■ YOUR GOAL: Please copy every record exactly as it is written.

(Collected data entries)
****

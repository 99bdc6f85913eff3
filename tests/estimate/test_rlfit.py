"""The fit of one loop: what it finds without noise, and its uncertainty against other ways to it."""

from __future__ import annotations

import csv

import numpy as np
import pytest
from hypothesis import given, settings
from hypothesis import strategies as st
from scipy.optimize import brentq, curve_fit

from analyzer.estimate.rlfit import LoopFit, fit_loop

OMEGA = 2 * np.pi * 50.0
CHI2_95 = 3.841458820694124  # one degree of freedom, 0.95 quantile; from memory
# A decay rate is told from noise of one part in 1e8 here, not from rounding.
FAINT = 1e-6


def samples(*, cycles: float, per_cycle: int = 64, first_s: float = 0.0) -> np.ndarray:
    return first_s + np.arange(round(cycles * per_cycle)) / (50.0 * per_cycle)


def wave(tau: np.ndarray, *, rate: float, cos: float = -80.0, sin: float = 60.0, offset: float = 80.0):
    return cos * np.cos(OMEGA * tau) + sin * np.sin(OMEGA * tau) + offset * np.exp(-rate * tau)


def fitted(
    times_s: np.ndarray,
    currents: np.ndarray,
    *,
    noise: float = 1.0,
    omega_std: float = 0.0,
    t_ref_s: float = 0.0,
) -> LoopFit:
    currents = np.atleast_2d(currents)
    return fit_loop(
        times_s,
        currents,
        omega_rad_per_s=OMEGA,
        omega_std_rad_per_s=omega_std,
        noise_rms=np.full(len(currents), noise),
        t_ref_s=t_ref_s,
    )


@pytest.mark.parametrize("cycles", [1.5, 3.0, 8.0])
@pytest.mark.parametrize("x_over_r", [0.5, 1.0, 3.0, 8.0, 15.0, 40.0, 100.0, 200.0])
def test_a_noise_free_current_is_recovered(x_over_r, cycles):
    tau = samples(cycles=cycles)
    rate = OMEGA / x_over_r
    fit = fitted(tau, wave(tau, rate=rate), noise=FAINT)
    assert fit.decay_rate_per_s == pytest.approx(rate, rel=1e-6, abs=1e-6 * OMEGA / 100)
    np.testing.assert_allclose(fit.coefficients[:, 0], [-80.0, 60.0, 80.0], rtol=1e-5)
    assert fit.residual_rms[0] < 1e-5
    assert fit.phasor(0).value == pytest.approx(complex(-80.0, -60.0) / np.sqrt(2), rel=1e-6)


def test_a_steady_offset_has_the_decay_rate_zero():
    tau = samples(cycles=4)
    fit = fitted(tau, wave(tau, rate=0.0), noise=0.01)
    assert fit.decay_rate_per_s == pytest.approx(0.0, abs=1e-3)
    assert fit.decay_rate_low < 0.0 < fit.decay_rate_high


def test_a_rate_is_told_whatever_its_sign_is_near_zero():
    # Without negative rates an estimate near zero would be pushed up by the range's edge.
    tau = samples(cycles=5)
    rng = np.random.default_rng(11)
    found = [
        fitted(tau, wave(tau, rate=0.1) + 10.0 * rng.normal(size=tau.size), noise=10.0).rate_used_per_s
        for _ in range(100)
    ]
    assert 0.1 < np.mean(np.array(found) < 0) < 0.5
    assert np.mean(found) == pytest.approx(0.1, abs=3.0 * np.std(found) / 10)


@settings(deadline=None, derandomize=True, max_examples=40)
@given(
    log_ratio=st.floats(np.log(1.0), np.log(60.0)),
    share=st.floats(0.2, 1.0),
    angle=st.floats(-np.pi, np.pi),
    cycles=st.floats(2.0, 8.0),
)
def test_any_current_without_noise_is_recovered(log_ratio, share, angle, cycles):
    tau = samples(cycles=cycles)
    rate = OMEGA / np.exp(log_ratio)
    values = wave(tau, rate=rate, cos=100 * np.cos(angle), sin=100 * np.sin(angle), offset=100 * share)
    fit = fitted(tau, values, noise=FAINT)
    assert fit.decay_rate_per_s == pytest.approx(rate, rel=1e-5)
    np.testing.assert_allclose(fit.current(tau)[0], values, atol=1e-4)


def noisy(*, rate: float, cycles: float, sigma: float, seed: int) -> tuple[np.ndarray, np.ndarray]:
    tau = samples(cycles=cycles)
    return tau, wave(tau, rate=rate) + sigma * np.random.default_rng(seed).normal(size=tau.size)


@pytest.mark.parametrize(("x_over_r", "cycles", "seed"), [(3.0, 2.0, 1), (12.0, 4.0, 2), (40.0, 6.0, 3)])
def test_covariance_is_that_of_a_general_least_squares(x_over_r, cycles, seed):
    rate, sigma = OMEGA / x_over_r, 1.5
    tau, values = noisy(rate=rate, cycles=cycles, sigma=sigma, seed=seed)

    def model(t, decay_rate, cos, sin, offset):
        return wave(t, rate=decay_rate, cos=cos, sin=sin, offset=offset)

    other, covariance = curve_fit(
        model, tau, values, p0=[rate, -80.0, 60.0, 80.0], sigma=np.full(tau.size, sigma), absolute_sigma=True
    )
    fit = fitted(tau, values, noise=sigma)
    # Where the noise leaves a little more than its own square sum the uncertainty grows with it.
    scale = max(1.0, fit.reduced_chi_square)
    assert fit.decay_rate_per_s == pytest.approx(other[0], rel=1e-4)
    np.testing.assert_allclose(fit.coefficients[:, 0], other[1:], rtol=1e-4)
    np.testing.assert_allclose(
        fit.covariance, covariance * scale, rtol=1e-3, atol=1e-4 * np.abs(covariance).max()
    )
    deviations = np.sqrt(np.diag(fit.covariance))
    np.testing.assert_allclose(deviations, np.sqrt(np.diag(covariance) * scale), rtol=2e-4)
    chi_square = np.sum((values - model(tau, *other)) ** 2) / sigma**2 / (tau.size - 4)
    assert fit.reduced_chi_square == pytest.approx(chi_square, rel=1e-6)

****

■ SOLUTION:
repository 99bdc6f85913eff3
filename tests/estimate/test_rlfit.py
"""The fit of one loop: what it finds without noise, and its uncertainty against other ways to it."""

from __future__ import annotations

import csv

import numpy as np
import pytest
from hypothesis import given, settings
from hypothesis import strategies as st
from scipy.optimize import brentq, curve_fit

from analyzer.estimate.rlfit import LoopFit, fit_loop

OMEGA = 2 * np.pi * 50.0
CHI2_95 = 3.841458820694124  # one degree of freedom, 0.95 quantile; from memory
# A decay rate is told from noise of one part in 1e8 here, not from rounding.
FAINT = 1e-6


def samples(*, cycles: float, per_cycle: int = 64, first_s: float = 0.0) -> np.ndarray:
    return first_s + np.arange(round(cycles * per_cycle)) / (50.0 * per_cycle)


def wave(tau: np.ndarray, *, rate: float, cos: float = -80.0, sin: float = 60.0, offset: float = 80.0):
    return cos * np.cos(OMEGA * tau) + sin * np.sin(OMEGA * tau) + offset * np.exp(-rate * tau)


def fitted(
    times_s: np.ndarray,
    currents: np.ndarray,
    *,
    noise: float = 1.0,
    omega_std: float = 0.0,
    t_ref_s: float = 0.0,
) -> LoopFit:
    currents = np.atleast_2d(currents)
    return fit_loop(
        times_s,
        currents,
        omega_rad_per_s=OMEGA,
        omega_std_rad_per_s=omega_std,
        noise_rms=np.full(len(currents), noise),
        t_ref_s=t_ref_s,
    )


@pytest.mark.parametrize("cycles", [1.5, 3.0, 8.0])
@pytest.mark.parametrize("x_over_r", [0.5, 1.0, 3.0, 8.0, 15.0, 40.0, 100.0, 200.0])
def test_a_noise_free_current_is_recovered(x_over_r, cycles):
    tau = samples(cycles=cycles)
    rate = OMEGA / x_over_r
    fit = fitted(tau, wave(tau, rate=rate), noise=FAINT)
    assert fit.decay_rate_per_s == pytest.approx(rate, rel=1e-6, abs=1e-6 * OMEGA / 100)
    np.testing.assert_allclose(fit.coefficients[:, 0], [-80.0, 60.0, 80.0], rtol=1e-5)
    assert fit.residual_rms[0] < 1e-5
    assert fit.phasor(0).value == pytest.approx(complex(-80.0, -60.0) / np.sqrt(2), rel=1e-6)


def test_a_steady_offset_has_the_decay_rate_zero():
    tau = samples(cycles=4)
    fit = fitted(tau, wave(tau, rate=0.0), noise=0.01)
    assert fit.decay_rate_per_s == pytest.approx(0.0, abs=1e-3)
    assert fit.decay_rate_low < 0.0 < fit.decay_rate_high


def test_a_rate_is_told_whatever_its_sign_is_near_zero():
    # Without negative rates an estimate near zero would be pushed up by the range's edge.
    tau = samples(cycles=5)
    rng = np.random.default_rng(11)
    found = [
        fitted(tau, wave(tau, rate=0.1) + 10.0 * rng.normal(size=tau.size), noise=10.0).rate_used_per_s
        for _ in range(100)
    ]
    assert 0.1 < np.mean(np.array(found) < 0) < 0.5
    assert np.mean(found) == pytest.approx(0.1, abs=3.0 * np.std(found) / 10)


@settings(deadline=None, derandomize=True, max_examples=40)
@given(
    log_ratio=st.floats(np.log(1.0), np.log(60.0)),
    share=st.floats(0.2, 1.0),
    angle=st.floats(-np.pi, np.pi),
    cycles=st.floats(2.0, 8.0),
)
def test_any_current_without_noise_is_recovered(log_ratio, share, angle, cycles):
    tau = samples(cycles=cycles)
    rate = OMEGA / np.exp(log_ratio)
    values = wave(tau, rate=rate, cos=100 * np.cos(angle), sin=100 * np.sin(angle), offset=100 * share)
    fit = fitted(tau, values, noise=FAINT)
    assert fit.decay_rate_per_s == pytest.approx(rate, rel=1e-5)
    np.testing.assert_allclose(fit.current(tau)[0], values, atol=1e-4)


def noisy(*, rate: float, cycles: float, sigma: float, seed: int) -> tuple[np.ndarray, np.ndarray]:
    tau = samples(cycles=cycles)
    return tau, wave(tau, rate=rate) + sigma * np.random.default_rng(seed).normal(size=tau.size)


@pytest.mark.parametrize(("x_over_r", "cycles", "seed"), [(3.0, 2.0, 1), (12.0, 4.0, 2), (40.0, 6.0, 3)])
def test_covariance_is_that_of_a_general_least_squares(x_over_r, cycles, seed):
    rate, sigma = OMEGA / x_over_r, 1.5
    tau, values = noisy(rate=rate, cycles=cycles, sigma=sigma, seed=seed)

    def model(t, decay_rate, cos, sin, offset):
        return wave(t, rate=decay_rate, cos=cos, sin=sin, offset=offset)

    other, covariance = curve_fit(
        model, tau, values, p0=[rate, -80.0, 60.0, 80.0], sigma=np.full(tau.size, sigma), absolute_sigma=True
    )
    fit = fitted(tau, values, noise=sigma)
    # Where the noise leaves a little more than its own square sum the uncertainty grows with it.
    scale = max(1.0, fit.reduced_chi_square)
    assert fit.decay_rate_per_s == pytest.approx(other[0], rel=1e-4)
    np.testing.assert_allclose(fit.coefficients[:, 0], other[1:], rtol=1e-4)
    np.testing.assert_allclose(
        fit.covariance, covariance * scale, rtol=1e-3, atol=1e-4 * np.abs(covariance).max()
    )
    deviations = np.sqrt(np.diag(fit.covariance))
    np.testing.assert_allclose(deviations, np.sqrt(np.diag(covariance) * scale), rtol=2e-4)
    chi_square = np.sum((values - model(tau, *other)) ** 2) / sigma**2 / (tau.size - 4)
    assert fit.reduced_chi_square == pytest.approx(chi_square, rel=1e-6)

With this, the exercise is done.